The dielectric cube in Figure 16 has a length of 0.2l on one side, where l is the wavelength in free space. It is illuminated by an incident plane wave, which travels along the +z axis. The E field is polarized along the x axis with a magnitude of 1 volt/meter. This example was previously analyzed by T. K. Sarkar et al.[1], B. J. Rubin and S. Dajiavad [2].

First, the relative permittivity of the cube is set to 1-j1000. The frequency of the plane wave is assumed to be 600 MHz. Thus, the length of each side of the cube is 10 centimeters.
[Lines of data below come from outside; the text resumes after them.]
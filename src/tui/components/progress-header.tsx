import { Box, Text } from 'ink';
import type { ProgressText } from '../dashboard/run-view.js';

/** The sweep's name, cell counts, timing and the latest note. */
export function ProgressHeader({ progress }: { readonly progress: ProgressText }) {
  return (
    <Box flexDirection="column">
      <Text bold wrap="truncate-middle">{progress.title}</Text>
      <Text>{progress.counts}</Text>
      <Text>{progress.timing}</Text>
      {progress.notes.map((note) => <Text key={note} wrap="truncate-end">{note}</Text>)}
    </Box>
  );
}
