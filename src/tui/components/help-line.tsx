import { Text } from 'ink';

/** The keys of the current screen as `key action` pairs on one line. */
export function HelpLine({ keys }: { readonly keys: readonly (readonly [string, string])[] }) {
  return <Text dimColor>{keys.map(([key, action]) => `${key} ${action}`).join('  ')}</Text>;
}
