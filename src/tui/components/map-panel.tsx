import { Box, Text } from 'ink';

/** How a map cell stands out: the agent, a cell the agent sees, a sounding or silent emitter. */
export type MapMark = 'agent' | 'view' | 'sounding' | 'silent' | 'plain';

/** One map cell: its glyph and how it is marked. */
export interface MapCell {
  readonly glyph: string;
  readonly mark: MapMark;
  /** An ink colour for the glyph; absent without colour. */
  readonly color?: string;
}

/** Consecutive cells of one mark, drawn as one piece of text. */
function runs(row: readonly MapCell[]): { text: string; mark: MapMark; color?: string }[] {
  const out: { text: string; mark: MapMark; color?: string }[] = [];
  for (const cell of row) {
    const last = out[out.length - 1];
    if (last != null && last.mark === cell.mark && last.color === cell.color) last.text += cell.glyph;
    else out.push({ text: cell.glyph, mark: cell.mark, color: cell.color });
  }
  return out;
}

/**
 * The world map; marks use text attributes only (bold, reverse video, dim), so they
 * survive a terminal without colour.
 */
export function MapPanel({ rows }: { readonly rows: readonly (readonly MapCell[])[] }) {
  return (
    <Box flexDirection="column">
      {rows.map((row, y) => (
        <Text key={y}>
          {runs(row).map((run, i) => (
            <Text key={i} color={run.color} bold={run.mark === 'agent' || run.mark === 'sounding'} inverse={run.mark === 'view' || run.mark === 'agent'} dimColor={run.mark === 'silent'}>
              {run.text}
            </Text>
          ))}
        </Text>
      ))}
    </Box>
  );
}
The input file for SIFT5 is as follows,

Figure 16. A dielectric cube illuminated by a plane wave.

# example 4: a dielectric cube (er = 1-j1000 ) illuminated by a plane wave

unit 1 mm

boundary -50 -50 -50 50 50 50

celldim -50 50 25 x

celldim -50 50 25 y

celldim -50 50 25 z

dielectric -50 -50 -50 50 50 50 1.0 -1000.0

eplane 600 90 0 0 0 1.0

default_out example4.out

The dielectric cube is divided into 64 bricks, then 320 tetrahedra. In Figure 17, the normalized far field obtained by EMAP5 is compared to those calculated in [1][2].
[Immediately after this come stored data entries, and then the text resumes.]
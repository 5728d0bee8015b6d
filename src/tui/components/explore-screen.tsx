import { Box, Text } from 'ink';
import { EXPLORE_KEYS } from '../explore/explore-state.js';
import type { ExploreView } from '../explore/explore-view.js';
import { BarList } from './bar-list.js';
import { HelpLine } from './help-line.js';
import { MapPanel } from './map-panel.js';
import { NoiseList } from './noise-list.js';
import { SightPanel } from './sight-panel.js';
import { SoundPanel } from './sound-panel.js';


/** The whole explore screen: status, map, every sense, noise settings and keys. */
export function ExploreScreen({ view }: { readonly view: ExploreView }) {
  return (
    <Box flexDirection="column">
      <Text wrap="truncate-end">{view.status}</Text>
      <Box gap={2}>
        <Box flexShrink={0}><MapPanel rows={view.map} /></Box>
        <Box flexDirection="column" flexShrink={0}>
          <SightPanel title={view.sight.title} rows={view.sight.rows} />
          <BarList title="touch" bars={view.touch} labelWidth={10} barWidth={8} />
        </Box>
        <Box flexDirection="column" flexShrink={0}>
          <NoiseList noise={view.noise} />
          <BarList title="motor · last command" bars={view.motor} labelWidth={10} barWidth={8} />
          {view.legend.map((line) => <Text key={line}>{line}</Text>)}
        </Box>
      </Box>
      <Box gap={2}>
        <Box flexShrink={0}><SoundPanel {...view.sound} /></Box>
        {view.truth == null ? null : (
          <Box flexDirection="column" flexShrink={0}>{view.truth.map((line) => <Text key={line}>{line}</Text>)}</Box>
        )}
      </Box>
      {view.help ? <HelpLine keys={EXPLORE_KEYS} /> : <Text dimColor>? keys · q quit</Text>}
    </Box>
  );
}
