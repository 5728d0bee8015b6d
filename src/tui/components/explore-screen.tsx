import { Box, Text } from 'ink';
import { COLUMN_GAP } from '../explore/layout.js';
import type { ExploreView, PanelView } from '../explore/explore-view.js';
import { BAR_LABEL_WIDTH, BAR_WIDTH } from '../explore/explore-view.js';
import { BarList } from './bar-list.js';
import { MapPanel } from './map-panel.js';
import { SightPanel } from './sight-panel.js';
import { TextPanel } from './text-panel.js';

function Panel({ panel }: { readonly panel: PanelView }) {
  switch (panel.kind) {
    case 'sight': return <SightPanel title={panel.title} rows={panel.rows} agent={panel.agent} />;
    case 'bars': return <BarList title={panel.title} bars={panel.bars} labelWidth={BAR_LABEL_WIDTH} barWidth={BAR_WIDTH} />;
    case 'text': return <TextPanel title={panel.title} lines={panel.lines} />;
  }
}

/** The whole explore screen: status, map and its key, columns of panels, and the keys. */
export function ExploreScreen({ view }: { readonly view: ExploreView }) {
  return (
    <Box flexDirection="column">
      <Text wrap="truncate-end">{view.status}</Text>
      {view.replay != null ? <Text wrap="truncate-end">{view.replay}</Text> : null}
      <Box gap={COLUMN_GAP}>
        {view.mapWidth > 0 ? (
          <Box flexDirection="column" width={view.mapWidth} flexShrink={0}>
            <MapPanel rows={view.map} />
            {view.mapKey.length > 0 ? (
              <Box flexDirection="column" marginTop={1}>{view.mapKey.map((line, i) => <Text key={i} wrap="truncate-end">{line}</Text>)}</Box>
            ) : null}
          </Box>
        ) : null}
        {view.columns.map((column, i) => (
          <Box key={i} flexDirection="column" width={column.width} flexShrink={0}>
            {column.panels.map((panel, j) => <Panel key={j} panel={panel} />)}
          </Box>
        ))}
      </Box>
      {view.footer.map((line, i) => <Text key={i} dimColor wrap="truncate-end">{line}</Text>)}
    </Box>
  );
}
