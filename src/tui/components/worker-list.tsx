import { Box, Text } from 'ink';
import type { WorkerText } from '../dashboard/run-view.js';

/** One line per running worker: its cell, epoch, latest loss and loss trend; a spiking learner's firing below. */
export function WorkerList({ workers }: { readonly workers: readonly WorkerText[] }) {
  if (workers.length === 0) return <Text dimColor>no cell running</Text>;
  return (
    <Box flexDirection="column">
      {workers.map((w) => (
        <Box key={w.worker} flexDirection="column">
          <Box>
            <Box width={10} flexShrink={0}><Text>{w.worker}</Text></Box>
            <Box width={37} flexShrink={0} marginRight={1}><Text wrap="truncate-end">{w.cell}</Text></Box>
            <Box width={9} flexShrink={0}><Text>{w.epoch}</Text></Box>
            <Box width={12} flexShrink={0}><Text>{w.loss}</Text></Box>
            <Text wrap="truncate-end">{w.trend}</Text>
          </Box>
          {w.firing === '' ? null : <Box marginLeft={10}><Text wrap="truncate-end">{w.firing}</Text></Box>}
        </Box>
      ))}
    </Box>
  );
}
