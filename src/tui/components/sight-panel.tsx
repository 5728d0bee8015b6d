import { Box, Text } from 'ink';

/** One sight cell as drawn: its text and, in colour mode, an ink colour such as `rgb(10,200,30)`. */
export interface SightBlock {
  readonly text: string;
  readonly color?: string;
}

/** The egocentric view, far row first, one block per sight cell, with the agent's place below it. */
export function SightPanel({ title, rows, agent }: {
  readonly title: string;
  readonly rows: readonly (readonly SightBlock[])[];
  readonly agent: string;
}) {
  return (
    <Box flexDirection="column">
      <Text bold wrap="truncate-end">{title}</Text>
      {rows.map((row, y) => (
        <Text key={y}>
          {row.map((block, x) => <Text key={x} color={block.color}>{block.text}</Text>)}
        </Text>
      ))}
      <Text bold>{agent}</Text>
    </Box>
  );
}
Second, the dielectric constant of the cube is set to 9.0. The "dielectric" line in the input file for SIFT5 needs to be changed as follows,
dielectric -50 -50 -50 50 50 50 9.0 0.0

In Figure 18, the normalized far field obtained by EMAP5 is compared to those calculated in [1][2]. In both cases, the results obtains by EMAP5 agree with the references.

Figure 17. Comparison of far field E_q when e r = 1-j1000.

 

Figure 18. Comparison of far field E_q when er =9.